═══ Extracted data

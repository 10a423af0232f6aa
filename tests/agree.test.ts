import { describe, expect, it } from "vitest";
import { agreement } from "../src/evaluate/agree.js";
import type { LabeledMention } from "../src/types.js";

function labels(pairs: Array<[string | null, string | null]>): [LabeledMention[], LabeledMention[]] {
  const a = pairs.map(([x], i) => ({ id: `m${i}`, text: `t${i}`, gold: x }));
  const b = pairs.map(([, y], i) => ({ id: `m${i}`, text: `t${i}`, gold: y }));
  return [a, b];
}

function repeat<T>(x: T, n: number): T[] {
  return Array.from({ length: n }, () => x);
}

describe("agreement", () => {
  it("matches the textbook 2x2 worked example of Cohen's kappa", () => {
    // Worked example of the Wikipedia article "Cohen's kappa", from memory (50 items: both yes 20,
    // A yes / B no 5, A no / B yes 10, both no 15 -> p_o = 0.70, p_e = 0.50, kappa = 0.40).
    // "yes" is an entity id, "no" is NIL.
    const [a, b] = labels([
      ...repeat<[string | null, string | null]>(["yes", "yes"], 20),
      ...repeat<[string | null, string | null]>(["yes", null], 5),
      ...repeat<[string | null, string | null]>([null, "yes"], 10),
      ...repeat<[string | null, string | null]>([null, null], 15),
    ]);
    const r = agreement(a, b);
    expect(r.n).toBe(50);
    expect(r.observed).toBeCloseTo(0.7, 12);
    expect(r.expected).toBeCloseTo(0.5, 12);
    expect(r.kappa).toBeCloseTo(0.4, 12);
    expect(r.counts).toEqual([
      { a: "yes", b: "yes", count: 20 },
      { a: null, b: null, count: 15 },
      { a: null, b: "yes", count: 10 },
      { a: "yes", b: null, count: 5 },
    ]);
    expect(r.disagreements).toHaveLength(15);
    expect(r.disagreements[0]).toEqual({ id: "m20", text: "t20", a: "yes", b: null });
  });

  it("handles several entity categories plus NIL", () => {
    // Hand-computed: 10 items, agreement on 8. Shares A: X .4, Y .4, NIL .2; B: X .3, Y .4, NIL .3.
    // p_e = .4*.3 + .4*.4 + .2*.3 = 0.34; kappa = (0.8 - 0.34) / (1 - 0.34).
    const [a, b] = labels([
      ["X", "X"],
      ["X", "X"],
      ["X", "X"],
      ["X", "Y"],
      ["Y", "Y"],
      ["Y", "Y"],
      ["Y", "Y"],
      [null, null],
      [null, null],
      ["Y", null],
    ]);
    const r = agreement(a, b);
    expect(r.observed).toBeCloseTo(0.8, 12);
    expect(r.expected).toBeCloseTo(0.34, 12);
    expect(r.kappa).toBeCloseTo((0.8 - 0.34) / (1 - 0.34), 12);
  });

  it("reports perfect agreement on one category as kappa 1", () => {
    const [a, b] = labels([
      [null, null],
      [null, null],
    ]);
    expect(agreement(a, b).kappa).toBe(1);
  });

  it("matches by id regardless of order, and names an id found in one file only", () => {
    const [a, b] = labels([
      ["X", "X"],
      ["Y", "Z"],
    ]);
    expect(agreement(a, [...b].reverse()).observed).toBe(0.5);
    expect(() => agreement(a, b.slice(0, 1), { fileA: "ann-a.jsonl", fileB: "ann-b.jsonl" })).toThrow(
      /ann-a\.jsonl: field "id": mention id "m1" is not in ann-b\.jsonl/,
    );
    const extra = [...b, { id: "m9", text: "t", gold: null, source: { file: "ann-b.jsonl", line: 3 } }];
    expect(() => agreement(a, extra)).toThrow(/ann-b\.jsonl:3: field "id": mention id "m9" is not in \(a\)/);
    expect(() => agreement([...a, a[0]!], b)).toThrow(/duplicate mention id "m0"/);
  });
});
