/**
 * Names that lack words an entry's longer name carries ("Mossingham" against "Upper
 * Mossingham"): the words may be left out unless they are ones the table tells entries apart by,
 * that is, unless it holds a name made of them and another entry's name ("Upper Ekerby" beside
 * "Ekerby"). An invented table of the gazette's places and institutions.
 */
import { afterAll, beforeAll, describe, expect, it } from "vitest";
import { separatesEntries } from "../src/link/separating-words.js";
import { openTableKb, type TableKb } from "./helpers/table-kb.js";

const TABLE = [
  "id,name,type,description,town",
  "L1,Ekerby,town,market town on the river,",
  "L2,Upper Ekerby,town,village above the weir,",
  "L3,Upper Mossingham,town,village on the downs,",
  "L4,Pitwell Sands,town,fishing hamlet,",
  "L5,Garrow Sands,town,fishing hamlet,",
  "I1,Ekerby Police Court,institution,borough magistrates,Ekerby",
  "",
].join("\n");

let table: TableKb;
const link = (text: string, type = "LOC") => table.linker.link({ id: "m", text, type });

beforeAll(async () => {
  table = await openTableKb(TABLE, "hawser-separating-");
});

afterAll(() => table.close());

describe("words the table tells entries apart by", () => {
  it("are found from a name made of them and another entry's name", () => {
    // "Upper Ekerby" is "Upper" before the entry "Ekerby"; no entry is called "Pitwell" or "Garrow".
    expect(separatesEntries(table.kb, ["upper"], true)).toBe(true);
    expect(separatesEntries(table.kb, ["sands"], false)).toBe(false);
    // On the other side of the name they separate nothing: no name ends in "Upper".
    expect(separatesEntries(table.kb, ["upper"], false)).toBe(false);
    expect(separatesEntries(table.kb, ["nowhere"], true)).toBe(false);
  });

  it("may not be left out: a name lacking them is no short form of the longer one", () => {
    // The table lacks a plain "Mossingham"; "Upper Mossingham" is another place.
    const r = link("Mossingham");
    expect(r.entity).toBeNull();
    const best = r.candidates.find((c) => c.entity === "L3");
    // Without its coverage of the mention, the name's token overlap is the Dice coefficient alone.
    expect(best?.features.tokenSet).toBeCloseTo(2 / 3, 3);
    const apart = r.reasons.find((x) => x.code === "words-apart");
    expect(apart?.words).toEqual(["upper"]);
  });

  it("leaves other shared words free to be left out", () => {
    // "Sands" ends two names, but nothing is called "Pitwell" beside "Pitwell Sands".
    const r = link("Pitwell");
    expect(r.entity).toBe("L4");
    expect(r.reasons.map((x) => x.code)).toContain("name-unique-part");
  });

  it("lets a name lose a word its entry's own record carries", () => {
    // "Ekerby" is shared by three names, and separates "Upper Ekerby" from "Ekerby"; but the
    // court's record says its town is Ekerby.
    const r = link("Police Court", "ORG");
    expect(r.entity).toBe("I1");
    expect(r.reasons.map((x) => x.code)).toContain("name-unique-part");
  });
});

══════

What is expected
Show all lines from the entries that hold "Pitwell".

Your response
  "L4,Pitwell Sands,town,fishing hamlet,",
    // "Upper Ekerby" is "Upper" before the entry "Ekerby"; no entry is called "Pitwell" or "Garrow".
    // "Sands" ends two names, but nothing is called "Pitwell" beside "Pitwell Sands".
    const r = link("Pitwell");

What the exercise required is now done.